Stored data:
==*==
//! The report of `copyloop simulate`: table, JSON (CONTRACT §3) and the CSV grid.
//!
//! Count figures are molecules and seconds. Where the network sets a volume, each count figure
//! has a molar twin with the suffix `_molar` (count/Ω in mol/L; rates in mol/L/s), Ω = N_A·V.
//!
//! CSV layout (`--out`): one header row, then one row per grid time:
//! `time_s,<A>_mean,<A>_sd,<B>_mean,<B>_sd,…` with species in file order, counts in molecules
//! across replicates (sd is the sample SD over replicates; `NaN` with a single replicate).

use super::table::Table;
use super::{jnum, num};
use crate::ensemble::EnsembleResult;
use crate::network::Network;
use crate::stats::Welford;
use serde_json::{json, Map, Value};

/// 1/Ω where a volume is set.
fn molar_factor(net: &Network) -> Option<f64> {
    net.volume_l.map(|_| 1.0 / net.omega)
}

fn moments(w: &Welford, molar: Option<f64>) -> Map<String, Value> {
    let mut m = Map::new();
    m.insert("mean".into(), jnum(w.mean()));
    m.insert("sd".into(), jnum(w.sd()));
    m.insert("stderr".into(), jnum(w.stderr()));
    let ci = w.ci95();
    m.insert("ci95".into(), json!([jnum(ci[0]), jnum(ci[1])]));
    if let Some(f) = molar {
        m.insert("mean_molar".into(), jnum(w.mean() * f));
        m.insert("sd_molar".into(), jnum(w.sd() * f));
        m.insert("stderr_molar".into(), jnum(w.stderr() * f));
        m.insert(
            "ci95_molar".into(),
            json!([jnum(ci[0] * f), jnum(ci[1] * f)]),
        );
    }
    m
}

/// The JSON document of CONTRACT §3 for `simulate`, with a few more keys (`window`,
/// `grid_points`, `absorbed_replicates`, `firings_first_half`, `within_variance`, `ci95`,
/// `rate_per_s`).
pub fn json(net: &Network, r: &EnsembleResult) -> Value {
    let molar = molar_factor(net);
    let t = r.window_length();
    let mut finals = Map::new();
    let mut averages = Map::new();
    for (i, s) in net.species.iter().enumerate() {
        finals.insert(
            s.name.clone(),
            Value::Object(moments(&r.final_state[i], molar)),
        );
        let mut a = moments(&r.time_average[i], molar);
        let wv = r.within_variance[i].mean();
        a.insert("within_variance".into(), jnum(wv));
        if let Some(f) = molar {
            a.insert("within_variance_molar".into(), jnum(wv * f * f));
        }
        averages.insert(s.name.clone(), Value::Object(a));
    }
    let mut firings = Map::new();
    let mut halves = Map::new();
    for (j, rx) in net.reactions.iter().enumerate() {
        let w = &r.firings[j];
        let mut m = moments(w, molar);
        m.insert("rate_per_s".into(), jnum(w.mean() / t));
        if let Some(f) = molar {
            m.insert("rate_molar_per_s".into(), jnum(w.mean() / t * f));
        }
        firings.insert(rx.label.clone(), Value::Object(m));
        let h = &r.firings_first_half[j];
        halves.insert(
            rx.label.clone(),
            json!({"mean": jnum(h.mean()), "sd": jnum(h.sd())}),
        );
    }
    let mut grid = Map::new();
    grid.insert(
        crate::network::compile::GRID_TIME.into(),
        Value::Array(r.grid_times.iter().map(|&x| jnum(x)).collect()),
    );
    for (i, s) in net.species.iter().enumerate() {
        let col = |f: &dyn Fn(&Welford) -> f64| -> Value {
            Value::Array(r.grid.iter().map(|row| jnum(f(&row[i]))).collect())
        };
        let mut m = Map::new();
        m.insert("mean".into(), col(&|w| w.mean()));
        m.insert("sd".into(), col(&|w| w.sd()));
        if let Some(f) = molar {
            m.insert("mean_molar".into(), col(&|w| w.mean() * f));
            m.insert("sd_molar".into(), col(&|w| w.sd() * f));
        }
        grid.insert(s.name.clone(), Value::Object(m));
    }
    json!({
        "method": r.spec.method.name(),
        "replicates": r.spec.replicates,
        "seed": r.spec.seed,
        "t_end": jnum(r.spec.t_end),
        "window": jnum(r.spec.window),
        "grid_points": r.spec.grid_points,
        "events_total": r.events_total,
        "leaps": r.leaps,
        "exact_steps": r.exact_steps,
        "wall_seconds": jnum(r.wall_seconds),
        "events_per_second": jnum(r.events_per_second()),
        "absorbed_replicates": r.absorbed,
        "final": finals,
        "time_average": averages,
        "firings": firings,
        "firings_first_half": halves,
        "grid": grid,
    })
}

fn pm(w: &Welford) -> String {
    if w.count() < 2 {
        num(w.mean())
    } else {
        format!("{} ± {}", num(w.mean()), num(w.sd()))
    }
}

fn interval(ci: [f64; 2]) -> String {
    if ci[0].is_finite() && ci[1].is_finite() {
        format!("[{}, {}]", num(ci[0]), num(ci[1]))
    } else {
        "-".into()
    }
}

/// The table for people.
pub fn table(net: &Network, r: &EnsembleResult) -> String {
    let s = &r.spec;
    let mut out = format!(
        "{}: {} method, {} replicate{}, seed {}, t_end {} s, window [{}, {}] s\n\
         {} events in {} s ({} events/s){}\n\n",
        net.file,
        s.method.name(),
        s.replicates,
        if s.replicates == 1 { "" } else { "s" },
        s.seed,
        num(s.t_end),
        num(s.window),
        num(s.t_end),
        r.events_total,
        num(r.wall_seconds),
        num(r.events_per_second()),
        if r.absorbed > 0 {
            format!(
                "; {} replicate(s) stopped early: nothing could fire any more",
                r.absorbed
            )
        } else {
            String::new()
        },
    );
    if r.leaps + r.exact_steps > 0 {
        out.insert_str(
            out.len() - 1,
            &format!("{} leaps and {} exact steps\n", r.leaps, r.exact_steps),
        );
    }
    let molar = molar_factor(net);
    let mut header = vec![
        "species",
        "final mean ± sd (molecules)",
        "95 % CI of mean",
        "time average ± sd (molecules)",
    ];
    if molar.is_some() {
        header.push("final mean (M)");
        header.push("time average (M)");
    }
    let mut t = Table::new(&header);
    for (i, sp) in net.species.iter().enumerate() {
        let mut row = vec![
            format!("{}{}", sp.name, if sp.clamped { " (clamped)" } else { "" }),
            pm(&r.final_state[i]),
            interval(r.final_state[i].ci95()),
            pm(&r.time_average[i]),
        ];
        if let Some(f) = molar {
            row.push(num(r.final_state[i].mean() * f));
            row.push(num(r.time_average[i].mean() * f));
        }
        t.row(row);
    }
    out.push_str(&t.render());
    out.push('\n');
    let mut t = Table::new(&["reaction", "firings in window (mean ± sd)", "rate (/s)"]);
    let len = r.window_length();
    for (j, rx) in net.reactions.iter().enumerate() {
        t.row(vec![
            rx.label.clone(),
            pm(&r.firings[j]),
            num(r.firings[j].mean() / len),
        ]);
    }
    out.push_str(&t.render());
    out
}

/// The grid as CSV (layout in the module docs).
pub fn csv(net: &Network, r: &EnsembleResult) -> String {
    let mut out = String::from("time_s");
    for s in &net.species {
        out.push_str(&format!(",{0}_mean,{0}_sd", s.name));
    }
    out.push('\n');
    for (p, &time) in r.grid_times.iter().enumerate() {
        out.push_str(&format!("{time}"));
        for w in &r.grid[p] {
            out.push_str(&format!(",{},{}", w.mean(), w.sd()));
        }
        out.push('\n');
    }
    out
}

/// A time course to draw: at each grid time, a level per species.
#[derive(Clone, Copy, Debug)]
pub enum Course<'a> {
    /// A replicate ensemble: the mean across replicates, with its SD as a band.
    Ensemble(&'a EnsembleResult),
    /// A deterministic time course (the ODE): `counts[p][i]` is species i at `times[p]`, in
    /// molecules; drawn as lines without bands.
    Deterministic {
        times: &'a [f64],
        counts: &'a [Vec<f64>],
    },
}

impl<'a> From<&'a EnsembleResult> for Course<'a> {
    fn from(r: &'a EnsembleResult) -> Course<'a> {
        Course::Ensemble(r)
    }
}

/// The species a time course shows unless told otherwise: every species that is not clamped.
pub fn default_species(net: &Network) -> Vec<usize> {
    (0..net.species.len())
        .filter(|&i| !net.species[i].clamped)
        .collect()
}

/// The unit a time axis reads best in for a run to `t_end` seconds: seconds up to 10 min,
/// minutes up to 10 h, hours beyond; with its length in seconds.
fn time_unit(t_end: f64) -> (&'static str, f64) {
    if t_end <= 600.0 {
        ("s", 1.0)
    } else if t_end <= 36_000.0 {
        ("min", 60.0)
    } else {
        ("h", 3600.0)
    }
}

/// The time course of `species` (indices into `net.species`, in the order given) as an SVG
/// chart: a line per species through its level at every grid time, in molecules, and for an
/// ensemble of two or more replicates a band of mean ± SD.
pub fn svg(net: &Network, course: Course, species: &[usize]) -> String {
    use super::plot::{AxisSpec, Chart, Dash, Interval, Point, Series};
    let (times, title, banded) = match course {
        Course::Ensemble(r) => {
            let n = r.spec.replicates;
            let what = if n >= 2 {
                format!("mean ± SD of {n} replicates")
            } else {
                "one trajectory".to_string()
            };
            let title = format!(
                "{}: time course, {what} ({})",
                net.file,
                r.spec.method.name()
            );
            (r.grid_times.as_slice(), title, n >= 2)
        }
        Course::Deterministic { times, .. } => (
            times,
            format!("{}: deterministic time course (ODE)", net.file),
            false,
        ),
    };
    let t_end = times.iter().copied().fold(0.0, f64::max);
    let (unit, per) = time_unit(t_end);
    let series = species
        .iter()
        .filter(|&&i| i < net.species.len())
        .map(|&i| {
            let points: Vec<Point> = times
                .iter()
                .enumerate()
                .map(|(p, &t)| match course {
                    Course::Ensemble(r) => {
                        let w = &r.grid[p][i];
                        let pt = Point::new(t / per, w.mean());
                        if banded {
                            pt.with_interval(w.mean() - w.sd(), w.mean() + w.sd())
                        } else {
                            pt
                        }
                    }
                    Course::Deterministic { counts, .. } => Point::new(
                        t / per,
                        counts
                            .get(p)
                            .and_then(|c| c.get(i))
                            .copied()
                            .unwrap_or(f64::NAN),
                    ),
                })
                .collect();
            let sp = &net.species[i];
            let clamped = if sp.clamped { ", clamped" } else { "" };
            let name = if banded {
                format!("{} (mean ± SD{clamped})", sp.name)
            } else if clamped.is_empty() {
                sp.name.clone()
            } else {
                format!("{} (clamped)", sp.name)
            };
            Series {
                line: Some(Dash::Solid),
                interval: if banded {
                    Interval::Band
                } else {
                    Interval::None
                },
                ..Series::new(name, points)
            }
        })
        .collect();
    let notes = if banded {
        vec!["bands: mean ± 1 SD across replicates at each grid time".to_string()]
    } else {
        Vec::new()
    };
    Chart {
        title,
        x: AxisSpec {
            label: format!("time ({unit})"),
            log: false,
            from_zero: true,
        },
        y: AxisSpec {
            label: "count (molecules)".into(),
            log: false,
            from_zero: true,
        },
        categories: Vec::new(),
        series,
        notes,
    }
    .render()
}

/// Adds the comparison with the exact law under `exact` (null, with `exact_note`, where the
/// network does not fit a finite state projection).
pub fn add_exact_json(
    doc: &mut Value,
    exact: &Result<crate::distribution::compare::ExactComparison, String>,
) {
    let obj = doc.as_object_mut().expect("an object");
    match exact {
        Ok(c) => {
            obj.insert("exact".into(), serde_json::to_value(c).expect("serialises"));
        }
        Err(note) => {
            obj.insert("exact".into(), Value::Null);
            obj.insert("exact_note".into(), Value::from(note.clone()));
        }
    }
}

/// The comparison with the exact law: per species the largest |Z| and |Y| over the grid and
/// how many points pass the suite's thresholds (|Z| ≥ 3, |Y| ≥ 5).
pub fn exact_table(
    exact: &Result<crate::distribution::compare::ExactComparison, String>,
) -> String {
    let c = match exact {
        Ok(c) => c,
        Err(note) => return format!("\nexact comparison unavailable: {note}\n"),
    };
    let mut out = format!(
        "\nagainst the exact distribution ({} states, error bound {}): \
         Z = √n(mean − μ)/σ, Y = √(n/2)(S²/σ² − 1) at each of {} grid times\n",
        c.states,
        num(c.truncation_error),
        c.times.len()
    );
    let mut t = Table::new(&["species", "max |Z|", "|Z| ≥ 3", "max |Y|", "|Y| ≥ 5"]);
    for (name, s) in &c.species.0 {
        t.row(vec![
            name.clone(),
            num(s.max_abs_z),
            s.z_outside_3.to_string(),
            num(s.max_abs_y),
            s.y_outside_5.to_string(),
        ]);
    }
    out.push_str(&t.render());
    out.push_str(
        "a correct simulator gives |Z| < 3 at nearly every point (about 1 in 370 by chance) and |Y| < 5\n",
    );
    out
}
==*==
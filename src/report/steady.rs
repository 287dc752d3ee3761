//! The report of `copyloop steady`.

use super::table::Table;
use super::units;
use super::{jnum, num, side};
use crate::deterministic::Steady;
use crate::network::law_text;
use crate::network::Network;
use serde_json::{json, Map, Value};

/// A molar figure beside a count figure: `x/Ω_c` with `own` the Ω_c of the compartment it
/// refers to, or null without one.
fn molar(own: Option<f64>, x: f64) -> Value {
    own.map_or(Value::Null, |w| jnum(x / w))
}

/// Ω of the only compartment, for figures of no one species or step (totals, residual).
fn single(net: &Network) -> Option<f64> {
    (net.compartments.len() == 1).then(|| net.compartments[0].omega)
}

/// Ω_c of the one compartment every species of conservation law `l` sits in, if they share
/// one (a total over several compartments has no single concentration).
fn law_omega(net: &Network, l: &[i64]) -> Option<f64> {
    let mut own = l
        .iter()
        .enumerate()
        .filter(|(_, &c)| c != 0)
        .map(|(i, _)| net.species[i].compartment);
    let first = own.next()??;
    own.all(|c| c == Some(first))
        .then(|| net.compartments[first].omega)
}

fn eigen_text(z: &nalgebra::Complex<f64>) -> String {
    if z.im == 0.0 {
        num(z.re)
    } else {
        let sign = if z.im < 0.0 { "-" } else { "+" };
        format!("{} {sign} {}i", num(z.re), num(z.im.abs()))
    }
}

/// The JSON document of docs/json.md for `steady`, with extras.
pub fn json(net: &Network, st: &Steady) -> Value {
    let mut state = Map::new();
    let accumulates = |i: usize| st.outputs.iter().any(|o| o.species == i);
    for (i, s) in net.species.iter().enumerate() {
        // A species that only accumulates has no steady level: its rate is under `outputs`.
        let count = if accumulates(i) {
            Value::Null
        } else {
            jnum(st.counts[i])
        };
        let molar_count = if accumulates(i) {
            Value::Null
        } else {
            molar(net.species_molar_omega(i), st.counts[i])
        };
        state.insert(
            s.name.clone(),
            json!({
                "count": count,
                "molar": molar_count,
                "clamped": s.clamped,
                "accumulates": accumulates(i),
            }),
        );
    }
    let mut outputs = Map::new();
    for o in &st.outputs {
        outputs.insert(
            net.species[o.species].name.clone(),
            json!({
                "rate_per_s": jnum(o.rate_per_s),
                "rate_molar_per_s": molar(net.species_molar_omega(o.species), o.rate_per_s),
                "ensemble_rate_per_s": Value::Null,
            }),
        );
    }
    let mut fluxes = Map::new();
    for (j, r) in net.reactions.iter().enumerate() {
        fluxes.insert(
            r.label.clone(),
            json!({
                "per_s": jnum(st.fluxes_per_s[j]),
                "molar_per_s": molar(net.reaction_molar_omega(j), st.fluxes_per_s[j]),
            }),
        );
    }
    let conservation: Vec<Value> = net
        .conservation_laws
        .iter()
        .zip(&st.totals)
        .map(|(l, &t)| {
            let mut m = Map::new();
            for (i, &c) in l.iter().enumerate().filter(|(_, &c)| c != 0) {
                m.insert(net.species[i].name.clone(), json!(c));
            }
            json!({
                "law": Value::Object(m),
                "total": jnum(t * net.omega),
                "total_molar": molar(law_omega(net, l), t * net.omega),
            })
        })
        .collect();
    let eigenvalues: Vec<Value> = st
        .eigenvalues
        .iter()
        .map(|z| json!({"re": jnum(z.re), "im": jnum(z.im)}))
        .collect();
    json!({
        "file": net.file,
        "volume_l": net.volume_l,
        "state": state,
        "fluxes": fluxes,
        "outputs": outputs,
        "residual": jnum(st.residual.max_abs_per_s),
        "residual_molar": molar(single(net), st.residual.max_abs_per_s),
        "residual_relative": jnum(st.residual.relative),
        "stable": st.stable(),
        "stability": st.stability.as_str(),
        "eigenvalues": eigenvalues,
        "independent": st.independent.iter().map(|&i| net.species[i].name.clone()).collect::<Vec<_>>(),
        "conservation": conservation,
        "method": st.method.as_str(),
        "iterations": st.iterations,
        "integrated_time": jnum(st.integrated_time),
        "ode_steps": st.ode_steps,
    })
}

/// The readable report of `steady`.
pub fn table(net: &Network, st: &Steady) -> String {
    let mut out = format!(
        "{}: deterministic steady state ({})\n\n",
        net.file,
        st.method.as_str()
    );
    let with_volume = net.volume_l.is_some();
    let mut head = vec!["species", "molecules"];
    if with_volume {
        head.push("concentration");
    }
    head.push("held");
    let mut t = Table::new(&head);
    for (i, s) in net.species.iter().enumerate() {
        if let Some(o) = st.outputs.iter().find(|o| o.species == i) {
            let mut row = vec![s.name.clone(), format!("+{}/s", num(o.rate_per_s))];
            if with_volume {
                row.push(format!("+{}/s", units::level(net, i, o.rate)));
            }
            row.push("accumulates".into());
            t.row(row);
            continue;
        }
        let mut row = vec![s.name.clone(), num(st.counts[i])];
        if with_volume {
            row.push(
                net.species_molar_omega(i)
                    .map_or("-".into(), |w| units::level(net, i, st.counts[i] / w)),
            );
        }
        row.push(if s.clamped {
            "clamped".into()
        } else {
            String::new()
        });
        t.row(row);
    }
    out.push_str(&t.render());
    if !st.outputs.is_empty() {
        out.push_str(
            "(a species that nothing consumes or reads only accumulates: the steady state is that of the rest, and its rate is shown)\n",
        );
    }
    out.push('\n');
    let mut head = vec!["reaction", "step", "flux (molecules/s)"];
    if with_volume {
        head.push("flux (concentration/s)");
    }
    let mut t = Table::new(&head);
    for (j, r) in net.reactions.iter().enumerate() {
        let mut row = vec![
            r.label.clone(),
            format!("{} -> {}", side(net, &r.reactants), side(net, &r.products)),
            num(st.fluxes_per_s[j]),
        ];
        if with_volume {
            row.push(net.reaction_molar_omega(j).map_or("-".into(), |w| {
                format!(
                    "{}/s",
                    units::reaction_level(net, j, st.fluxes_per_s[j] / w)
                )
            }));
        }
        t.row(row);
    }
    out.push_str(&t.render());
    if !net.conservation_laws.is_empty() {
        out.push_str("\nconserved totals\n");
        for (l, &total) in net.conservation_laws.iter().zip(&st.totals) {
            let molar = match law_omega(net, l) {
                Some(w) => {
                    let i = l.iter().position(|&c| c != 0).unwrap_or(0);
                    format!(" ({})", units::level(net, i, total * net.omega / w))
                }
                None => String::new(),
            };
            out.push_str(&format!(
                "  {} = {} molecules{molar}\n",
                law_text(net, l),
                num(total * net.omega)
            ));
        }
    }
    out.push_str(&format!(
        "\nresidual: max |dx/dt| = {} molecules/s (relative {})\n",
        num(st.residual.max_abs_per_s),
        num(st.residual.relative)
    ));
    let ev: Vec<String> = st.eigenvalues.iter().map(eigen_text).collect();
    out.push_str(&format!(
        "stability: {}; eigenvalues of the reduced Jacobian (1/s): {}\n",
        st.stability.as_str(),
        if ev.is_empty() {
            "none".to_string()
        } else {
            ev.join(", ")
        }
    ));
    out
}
==*==
Extract every line from the records above that contains the word "each".

◆ OUTPUT OF THE EXERCISE:
//! Count figures are molecules and seconds. Where the network sets a volume, each count figure
/// A time course to draw: at each grid time, a level per species.
        vec!["bands: mean ± 1 SD across replicates at each grid time".to_string()]
         Z = √n(mean − μ)/σ, Y = √(n/2)(S²/σ² − 1) at each of {} grid times\n",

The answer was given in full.